About this task: Copy out exactly the lines below that run from the one holding "if error is" to the one holding "Results are screening", keeping both of those lines and no others.

Listed entries:

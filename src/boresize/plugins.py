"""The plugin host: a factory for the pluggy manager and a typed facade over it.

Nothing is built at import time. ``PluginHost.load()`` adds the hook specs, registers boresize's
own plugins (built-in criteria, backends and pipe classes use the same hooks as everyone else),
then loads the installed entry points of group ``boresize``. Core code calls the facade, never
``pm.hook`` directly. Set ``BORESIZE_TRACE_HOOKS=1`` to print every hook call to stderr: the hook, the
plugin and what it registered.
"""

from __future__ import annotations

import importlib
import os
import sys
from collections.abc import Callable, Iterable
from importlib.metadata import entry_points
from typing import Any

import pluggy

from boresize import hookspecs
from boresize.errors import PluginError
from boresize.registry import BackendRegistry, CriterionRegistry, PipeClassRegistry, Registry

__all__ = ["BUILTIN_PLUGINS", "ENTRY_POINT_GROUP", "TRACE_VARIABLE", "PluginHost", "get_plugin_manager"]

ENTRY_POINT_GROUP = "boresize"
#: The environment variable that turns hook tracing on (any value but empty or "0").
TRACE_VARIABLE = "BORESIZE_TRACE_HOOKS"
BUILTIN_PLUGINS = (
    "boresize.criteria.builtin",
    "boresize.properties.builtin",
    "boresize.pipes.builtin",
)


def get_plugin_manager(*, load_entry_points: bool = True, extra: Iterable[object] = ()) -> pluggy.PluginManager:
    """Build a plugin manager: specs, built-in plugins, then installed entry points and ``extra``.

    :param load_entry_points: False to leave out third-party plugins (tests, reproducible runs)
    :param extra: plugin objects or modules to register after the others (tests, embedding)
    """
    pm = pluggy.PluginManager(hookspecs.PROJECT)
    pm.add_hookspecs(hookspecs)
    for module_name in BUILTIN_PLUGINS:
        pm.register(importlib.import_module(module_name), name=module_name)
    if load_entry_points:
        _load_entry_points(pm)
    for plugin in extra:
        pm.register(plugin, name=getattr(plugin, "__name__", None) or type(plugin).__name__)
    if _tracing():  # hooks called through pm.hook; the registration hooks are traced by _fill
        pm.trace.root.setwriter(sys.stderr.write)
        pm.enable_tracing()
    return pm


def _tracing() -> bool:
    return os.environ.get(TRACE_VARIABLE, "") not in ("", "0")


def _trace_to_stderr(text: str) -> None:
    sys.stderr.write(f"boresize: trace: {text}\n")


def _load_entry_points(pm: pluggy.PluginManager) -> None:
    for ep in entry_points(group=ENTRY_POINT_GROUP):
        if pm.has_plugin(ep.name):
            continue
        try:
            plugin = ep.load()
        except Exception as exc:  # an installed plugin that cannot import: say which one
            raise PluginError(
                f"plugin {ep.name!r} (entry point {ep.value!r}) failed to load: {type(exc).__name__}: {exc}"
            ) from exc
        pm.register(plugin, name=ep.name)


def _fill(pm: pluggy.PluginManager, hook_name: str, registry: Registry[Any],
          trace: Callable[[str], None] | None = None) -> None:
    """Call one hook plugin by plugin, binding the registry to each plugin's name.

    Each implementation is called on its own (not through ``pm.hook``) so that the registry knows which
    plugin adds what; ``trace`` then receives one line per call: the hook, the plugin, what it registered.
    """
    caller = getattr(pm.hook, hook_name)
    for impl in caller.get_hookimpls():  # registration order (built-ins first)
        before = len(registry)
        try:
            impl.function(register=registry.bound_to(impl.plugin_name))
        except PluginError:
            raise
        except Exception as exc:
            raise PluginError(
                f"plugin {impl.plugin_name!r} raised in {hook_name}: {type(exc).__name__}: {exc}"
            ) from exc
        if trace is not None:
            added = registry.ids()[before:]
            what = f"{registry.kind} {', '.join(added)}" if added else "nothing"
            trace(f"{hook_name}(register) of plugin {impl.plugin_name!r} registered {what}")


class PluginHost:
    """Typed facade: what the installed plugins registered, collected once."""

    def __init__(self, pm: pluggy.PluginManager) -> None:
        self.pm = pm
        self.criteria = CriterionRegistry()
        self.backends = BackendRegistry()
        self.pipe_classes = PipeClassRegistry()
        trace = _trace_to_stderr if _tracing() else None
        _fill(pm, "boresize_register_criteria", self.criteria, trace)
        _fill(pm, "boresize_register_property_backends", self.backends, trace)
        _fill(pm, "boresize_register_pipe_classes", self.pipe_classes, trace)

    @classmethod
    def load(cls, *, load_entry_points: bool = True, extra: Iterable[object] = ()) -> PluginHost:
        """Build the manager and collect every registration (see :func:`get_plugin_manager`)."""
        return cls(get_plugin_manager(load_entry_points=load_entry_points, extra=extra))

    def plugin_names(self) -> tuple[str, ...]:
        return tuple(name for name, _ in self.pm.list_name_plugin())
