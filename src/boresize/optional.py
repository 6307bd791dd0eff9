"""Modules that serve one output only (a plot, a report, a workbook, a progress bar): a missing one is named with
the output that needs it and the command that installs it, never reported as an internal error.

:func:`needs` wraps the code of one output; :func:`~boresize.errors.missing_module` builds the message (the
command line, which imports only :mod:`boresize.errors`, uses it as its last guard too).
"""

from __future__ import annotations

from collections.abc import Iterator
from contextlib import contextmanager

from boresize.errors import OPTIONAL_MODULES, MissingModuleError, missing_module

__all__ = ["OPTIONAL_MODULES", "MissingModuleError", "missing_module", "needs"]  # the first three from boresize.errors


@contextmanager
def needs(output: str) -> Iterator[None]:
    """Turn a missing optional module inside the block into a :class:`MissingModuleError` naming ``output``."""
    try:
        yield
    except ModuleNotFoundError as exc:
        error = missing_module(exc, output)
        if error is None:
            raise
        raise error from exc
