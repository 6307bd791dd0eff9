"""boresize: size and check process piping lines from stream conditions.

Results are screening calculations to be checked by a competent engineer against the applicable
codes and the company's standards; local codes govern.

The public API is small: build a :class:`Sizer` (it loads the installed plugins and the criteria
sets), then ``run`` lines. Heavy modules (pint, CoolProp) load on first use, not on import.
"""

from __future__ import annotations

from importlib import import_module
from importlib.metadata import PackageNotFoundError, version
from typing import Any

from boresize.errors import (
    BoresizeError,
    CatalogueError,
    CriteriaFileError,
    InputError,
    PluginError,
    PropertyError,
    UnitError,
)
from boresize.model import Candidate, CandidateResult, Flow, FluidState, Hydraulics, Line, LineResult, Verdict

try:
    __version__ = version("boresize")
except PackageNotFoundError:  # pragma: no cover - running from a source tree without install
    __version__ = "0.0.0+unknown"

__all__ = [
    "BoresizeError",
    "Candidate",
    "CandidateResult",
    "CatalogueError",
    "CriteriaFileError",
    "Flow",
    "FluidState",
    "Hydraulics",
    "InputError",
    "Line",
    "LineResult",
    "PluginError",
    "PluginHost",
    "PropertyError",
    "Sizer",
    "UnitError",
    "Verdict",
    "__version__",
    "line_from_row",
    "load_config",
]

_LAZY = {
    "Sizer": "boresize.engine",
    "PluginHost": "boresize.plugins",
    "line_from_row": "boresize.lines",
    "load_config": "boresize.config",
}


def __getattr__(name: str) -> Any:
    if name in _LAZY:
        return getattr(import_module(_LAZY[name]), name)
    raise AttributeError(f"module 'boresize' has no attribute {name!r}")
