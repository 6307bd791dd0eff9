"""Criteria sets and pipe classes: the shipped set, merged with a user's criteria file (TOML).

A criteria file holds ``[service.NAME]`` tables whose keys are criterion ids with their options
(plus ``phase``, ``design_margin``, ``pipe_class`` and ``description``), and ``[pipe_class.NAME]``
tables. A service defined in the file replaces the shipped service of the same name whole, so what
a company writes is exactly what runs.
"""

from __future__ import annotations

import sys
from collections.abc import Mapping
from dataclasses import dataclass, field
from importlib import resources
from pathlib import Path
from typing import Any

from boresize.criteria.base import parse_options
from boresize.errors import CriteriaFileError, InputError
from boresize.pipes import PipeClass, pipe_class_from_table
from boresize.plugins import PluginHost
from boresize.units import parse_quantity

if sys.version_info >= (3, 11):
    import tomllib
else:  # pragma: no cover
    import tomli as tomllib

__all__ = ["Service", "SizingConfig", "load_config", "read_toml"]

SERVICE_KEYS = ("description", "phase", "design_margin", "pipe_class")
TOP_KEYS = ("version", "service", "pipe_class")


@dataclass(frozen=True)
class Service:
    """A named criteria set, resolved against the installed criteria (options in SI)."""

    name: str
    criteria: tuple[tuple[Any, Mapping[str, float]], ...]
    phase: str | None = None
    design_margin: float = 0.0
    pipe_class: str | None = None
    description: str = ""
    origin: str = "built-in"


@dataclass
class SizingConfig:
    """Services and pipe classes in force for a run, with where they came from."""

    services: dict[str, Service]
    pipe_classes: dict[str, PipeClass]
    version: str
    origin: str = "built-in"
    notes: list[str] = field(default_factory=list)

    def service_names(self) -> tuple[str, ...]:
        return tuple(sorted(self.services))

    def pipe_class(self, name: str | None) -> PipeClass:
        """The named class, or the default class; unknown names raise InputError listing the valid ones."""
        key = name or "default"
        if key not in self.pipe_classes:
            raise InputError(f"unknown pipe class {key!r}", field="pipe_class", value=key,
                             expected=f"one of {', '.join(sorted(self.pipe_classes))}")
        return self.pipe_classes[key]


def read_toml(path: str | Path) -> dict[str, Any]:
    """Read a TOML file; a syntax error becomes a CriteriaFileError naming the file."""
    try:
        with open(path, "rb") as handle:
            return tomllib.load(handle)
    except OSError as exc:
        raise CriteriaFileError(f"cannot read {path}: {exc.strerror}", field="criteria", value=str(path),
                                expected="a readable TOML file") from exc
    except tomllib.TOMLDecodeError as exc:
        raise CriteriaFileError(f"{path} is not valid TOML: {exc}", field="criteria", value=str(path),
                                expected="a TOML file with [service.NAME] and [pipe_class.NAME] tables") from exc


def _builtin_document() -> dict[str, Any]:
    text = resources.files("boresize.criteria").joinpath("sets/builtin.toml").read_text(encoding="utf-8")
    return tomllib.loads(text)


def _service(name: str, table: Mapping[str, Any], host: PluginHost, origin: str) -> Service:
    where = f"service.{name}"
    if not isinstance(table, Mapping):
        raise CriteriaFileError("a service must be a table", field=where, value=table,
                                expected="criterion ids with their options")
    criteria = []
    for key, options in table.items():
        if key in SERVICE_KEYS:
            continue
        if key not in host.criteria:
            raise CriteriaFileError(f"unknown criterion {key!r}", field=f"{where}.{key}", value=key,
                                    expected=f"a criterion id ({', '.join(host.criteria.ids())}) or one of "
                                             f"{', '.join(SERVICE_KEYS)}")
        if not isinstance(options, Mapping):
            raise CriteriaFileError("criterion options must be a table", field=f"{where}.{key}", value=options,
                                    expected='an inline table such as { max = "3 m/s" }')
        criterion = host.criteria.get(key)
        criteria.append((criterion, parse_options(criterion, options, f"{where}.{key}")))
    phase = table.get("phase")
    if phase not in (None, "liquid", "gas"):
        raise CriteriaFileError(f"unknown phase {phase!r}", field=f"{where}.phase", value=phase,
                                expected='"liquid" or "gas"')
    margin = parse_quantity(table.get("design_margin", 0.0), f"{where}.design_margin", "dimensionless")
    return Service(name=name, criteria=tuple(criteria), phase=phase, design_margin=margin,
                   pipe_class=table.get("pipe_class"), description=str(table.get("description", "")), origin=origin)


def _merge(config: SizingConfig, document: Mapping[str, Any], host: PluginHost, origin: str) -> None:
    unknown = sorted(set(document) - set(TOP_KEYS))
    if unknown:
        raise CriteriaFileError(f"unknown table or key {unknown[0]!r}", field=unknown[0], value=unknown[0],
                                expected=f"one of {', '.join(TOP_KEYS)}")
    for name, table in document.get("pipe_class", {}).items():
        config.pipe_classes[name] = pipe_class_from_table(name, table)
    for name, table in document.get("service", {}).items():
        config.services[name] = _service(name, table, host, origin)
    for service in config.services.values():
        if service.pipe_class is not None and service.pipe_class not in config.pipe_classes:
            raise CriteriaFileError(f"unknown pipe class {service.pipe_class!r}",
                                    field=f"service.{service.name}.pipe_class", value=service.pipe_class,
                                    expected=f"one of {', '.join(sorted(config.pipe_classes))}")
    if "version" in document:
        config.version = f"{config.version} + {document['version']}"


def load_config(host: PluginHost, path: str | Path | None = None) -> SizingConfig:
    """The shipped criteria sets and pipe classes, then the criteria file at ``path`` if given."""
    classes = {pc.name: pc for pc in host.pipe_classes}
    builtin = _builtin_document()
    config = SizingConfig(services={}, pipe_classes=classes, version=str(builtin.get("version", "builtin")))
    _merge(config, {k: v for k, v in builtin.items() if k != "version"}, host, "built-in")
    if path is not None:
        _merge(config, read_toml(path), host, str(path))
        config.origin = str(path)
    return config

Answer space:
        if error is None:
            raise
        raise error from exc
repository 6307bd791dd0eff9
"""boresize: size and check process piping lines from stream conditions.

Results are screening calculations to be checked by a competent engineer against the applicable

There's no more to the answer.